**Your instructions**
The answer must consist of every line from the data that holds "across".

--- Provided data ---

impl Catenary {
    /// Span covered by the cable for end force `(h, v)` at a, and its flexibility.
    pub fn span_of(&self, h: f64, v: f64) -> (Vector2<f64>, Matrix2<f64>) {
        let Catenary { ea, l0, q } = *self;
        let vb = v + q * l0;
        let (ta, tb) = (hyp(h, v), hyp(h, vb));
        let asinh_diff = asinh_difference(vb, v, h, q * l0);
        let lx = h * l0 / ea + h / q * asinh_diff;
        // (T_b − T_a)/q without cancellation: (V_b² − V²)/(q (T_a + T_b)) = L0 (V + V_b)/(T_a + T_b).
        // (V_b² − V²)/(2 q EA) = L0 (V + V_b)/(2 EA), without cancellation.
        let lz = l0 * (v + vb) / (2.0 * ea) + l0 * (v + vb) / (ta + tb);
        let dx_dh = l0 / ea + asinh_diff / q + (v / ta - vb / tb) / q;
        let dx_dv = h / q * (1.0 / tb - 1.0 / ta);
        let dz_dv = l0 / ea + (vb / tb - v / ta) / q;
        let f = Matrix2::new(dx_dh, dx_dv, dx_dv, dz_dv);
        (Vector2::new(lx, lz), f)
    }

    /// Solves for the end forces that make the cable span `(lx, lz)` (m), `lx ≥ 0`.
    pub fn hang(&self, lx: f64, lz: f64) -> Result<Hanging, NoSolution> {
        self.hang_near(lx, lz, None)
    }

    /// [`hang`](Self::hang) starting Newton's method from `near`, the `(H, V)` of a nearby
    /// chord (a neighbouring configuration of the same cable), when given.
    pub fn hang_near(&self, lx: f64, lz: f64, near: Option<(f64, f64)>) -> Result<Hanging, NoSolution> {
        let Catenary { ea, l0, q } = *self;
        if !(ea > 0.0 && l0 > 0.0 && q > 0.0 && lx.is_finite() && lz.is_finite()) {
            return Err(NoSolution);
        }
        // A vertical chord has no horizontal direction: solve a hair off it (the stiffness
        // across it tends to a finite limit, and the forces to those of the vertical cable).
        let lx = lx.max(1e-10 * l0);
        let target = Vector2::new(lx, lz);
        let (mut h, mut v) = match near {
            Some((h, v)) if h > 0.0 && h.is_finite() && v.is_finite() => (h, v),
            _ => self.first_guess(lx, lz),
        };
        let scale = hyp(lx, lz).max(l0);
        let mut last = f64::INFINITY;
        let done = |h: f64, v: f64, f: Matrix2<f64>| {
            Ok(Hanging {
                span: (lx, lz),
                h,
                v,
                flexibility: f,
            })
        };
        // The span and flexibility at the current (H, V), carried from the accepted trial.
        let (mut at, mut f) = self.span_of(h, v);
        for _ in 0..200 {
            let miss = at - target;
            let err = miss.norm();
            if err <= 1e-14 * scale {
                return done(h, v, f);
            }
            let Some(inv) = f.try_inverse() else { return Err(NoSolution) };
            let step = inv * miss;
            // Damped: keep H positive and the miss falling.
            let mut alpha = 1.0;
            let mut accepted = false;
            for _ in 0..60 {
                let (hn, vn) = (h - alpha * step.x, v - alpha * step.y);
                if hn > 0.0 && hn.is_finite() && vn.is_finite() {
                    let (a2, f2) = self.span_of(hn, vn);
                    let e2 = (a2 - target).norm();
                    if e2 < err || e2 <= 1e-14 * scale {
                        (h, v, at, f) = (hn, vn, a2, f2);
                        accepted = true;
                        break;
                    }
                }
                alpha *= 0.5;
            }
            if !accepted {
                // At round-off: the best that can be had.
                if err <= 1e-11 * scale {
                    return done(h, v, f);
                }
                return Err(NoSolution);
            }
            if err >= last && err <= 1e-11 * scale {
                return done(h, v, f);
            }
            last = err;
        }
        Err(NoSolution)
    }

    /// A starting point for Newton: the straight elastic cable when the chord is longer than
    /// the cable, else the inextensible parabola-like estimate of Peyrot & Goulois (1979,
    /// *J. Struct. Div. ASCE* 105; from memory), `λ = √(3((L0² − l_z²)/l_x² − 1))`,
    /// `H = q l_x/(2λ)`, `V = −(q/2)(L0 − l_z coth λ)`.
    fn first_guess(&self, lx: f64, lz: f64) -> (f64, f64) {
        let Catenary { ea, l0, q } = *self;
        let chord = hyp(lx, lz);
        let w = q * l0;
        if chord >= l0 {
            let t = (ea * (chord - l0) / l0).max(w);
            let h = (t * lx / chord).max(1e-6 * w);
            (h, t * lz / chord - 0.5 * w)
        } else {
            let ratio = ((l0 * l0 - lz * lz) / (lx * lx) - 1.0).max(1e-6);
            let lambda = (3.0 * ratio).sqrt().min(50.0);
            let h = (q * lx / (2.0 * lambda)).max(1e-12 * w);
            (h, -0.5 * q * (l0 - lz / lambda.tanh()))
        }
    }

    /// Tension at unstressed arc length `s` (N).
    pub fn tension_at(&self, hang: &Hanging, s: f64) -> f64 {
        hyp(hang.h, hang.v + self.q * s)
    }

    /// Position `(x, z)` of the point at unstressed arc length `s` relative to end a (m).
    pub fn point_at(&self, hang: &Hanging, s: f64) -> (f64, f64) {
        let Catenary { ea, q, .. } = *self;
        let (h, v) = (hang.h, hang.v);
        let vs = v + q * s;
        let x = h * s / ea + h / q * asinh_difference(vs, v, h, q * s);
        let (ta, ts) = (hyp(h, v), hyp(h, vs));
        let z = s * (v + vs) / (2.0 * ea) + if ta + ts > 0.0 { s * (v + vs) / (ta + ts) } else { 0.0 };
        (x, z)
    }

    /// Strain energy plus the potential of the cable's weight above end a (J):
    /// `∫ T²/(2EA) ds + q ∫ z(s) ds`.
    pub fn energy(&self, hang: &Hanging) -> f64 {
        let Catenary { ea, l0, q } = *self;
        let (h, v) = (hang.h, hang.v);
        let vb = v + q * l0;
        let strain = (h * h * l0 + (vb.powi(3) - v.powi(3)) / (3.0 * q)) / (2.0 * ea);
        // ∫ z ds with z(s) = (V(s)² − V²)/(2qEA) + (T(s) − T_a)/q.
        let int_v2 = (vb.powi(3) - v.powi(3)) / (3.0 * q);
        let ta = hyp(h, v);
        let int_t = (primitive_t(vb, h) - primitive_t(v, h)) / q;
        let int_z = (int_v2 - v * v * l0) / (2.0 * q * ea) + (int_t - ta * l0) / q;
        strain + q * int_z
    }

    /// Stretched length `∫ (1 + T/EA) ds` (m).
    pub fn stretched_length(&self, hang: &Hanging) -> f64 {
        let Catenary { ea, l0, q } = *self;
        l0 + (primitive_t(hang.v + q * l0, hang.h) - primitive_t(hang.v, hang.h)) / (q * ea)
    }

    /// Largest distance of the cable from its chord (m), and the unstressed arc length where
    /// it is: the point whose tangent is parallel to the chord, `V(s)/H = l_z/l_x`.
    pub fn sag(&self, hang: &Hanging) -> (f64, f64) {
        let (lx, lz) = hang.span;
        let chord = hyp(lx, lz);
        if chord <= 0.0 {
            return (0.0, 0.0);
        }
        let s = ((hang.h * lz / lx - hang.v) / self.q).clamp(0.0, self.l0);
        let (x, z) = self.point_at(hang, s);
        // Distance from the chord line through (0, 0) and (lx, lz).
        ((x * lz - z * lx).abs() / chord, s)
    }

    /// Vertical distance of the cable below its chord at mid-span, half-way across the
    /// horizontal span (m).
    pub fn mid_span_sag(&self, hang: &Hanging) -> f64 {
        let (lx, lz) = hang.span;
        let (ea, h) = (self.ea, hang.h);
        // x(s) rises monotonically (H > 0), dx/ds = H (1/EA + 1/T(s)): Newton's method for
        // x(s) = lx/2, kept inside a shrinking bracket (bisection where a step leaves it).
        let (mut lo, mut hi) = (0.0, self.l0);
        let mut s = 0.5 * self.l0;
        for _ in 0..100 {
            let x = self.point_at(hang, s).0 - 0.5 * lx;
            if x.abs() <= 1e-15 * lx.max(1e-300) || hi - lo <= 1e-15 * self.l0 {
                break;
            }
            if x < 0.0 {
                lo = s
            } else {
                hi = s
            }
            let slope = h * (1.0 / ea + 1.0 / self.tension_at(hang, s));
            let next = s - x / slope;
            s = if next > lo && next < hi { next } else { 0.5 * (lo + hi) };
        }
        let (_, z) = self.point_at(hang, s);
        0.5 * lz - z
    }

    /// Rate of change of `(H, V)` with the weight `q` at a fixed chord: `−F⁻¹ ∂(l_x, l_z)/∂q`.
    pub fn weight_rate(&self, hang: &Hanging) -> Vector2<f64> {
        let Catenary { ea, l0, q } = *self;
        let (h, v) = (hang.h, hang.v);
        let vb = v + q * l0;
        let (ta, tb) = (hyp(h, v), hyp(h, vb));
        let asinh_diff = asinh_difference(vb, v, h, q * l0);
        let dx = -h / (q * q) * asinh_diff + h / q * l0 / tb;
        let dz = -(vb * vb - v * v) / (2.0 * q * q * ea) + vb * l0 / (q * ea) - (tb - ta) / (q * q) + vb * l0 / (q * tb);
        match hang.flexibility.try_inverse() {
            Some(inv) => -(inv * Vector2::new(dx, dz)),
            None => Vector2::zeros(),
        }
    }
}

---

**Task response**
        // across it tends to a finite limit, and the forces to those of the vertical cable).
    /// Vertical distance of the cable below its chord at mid-span, half-way across the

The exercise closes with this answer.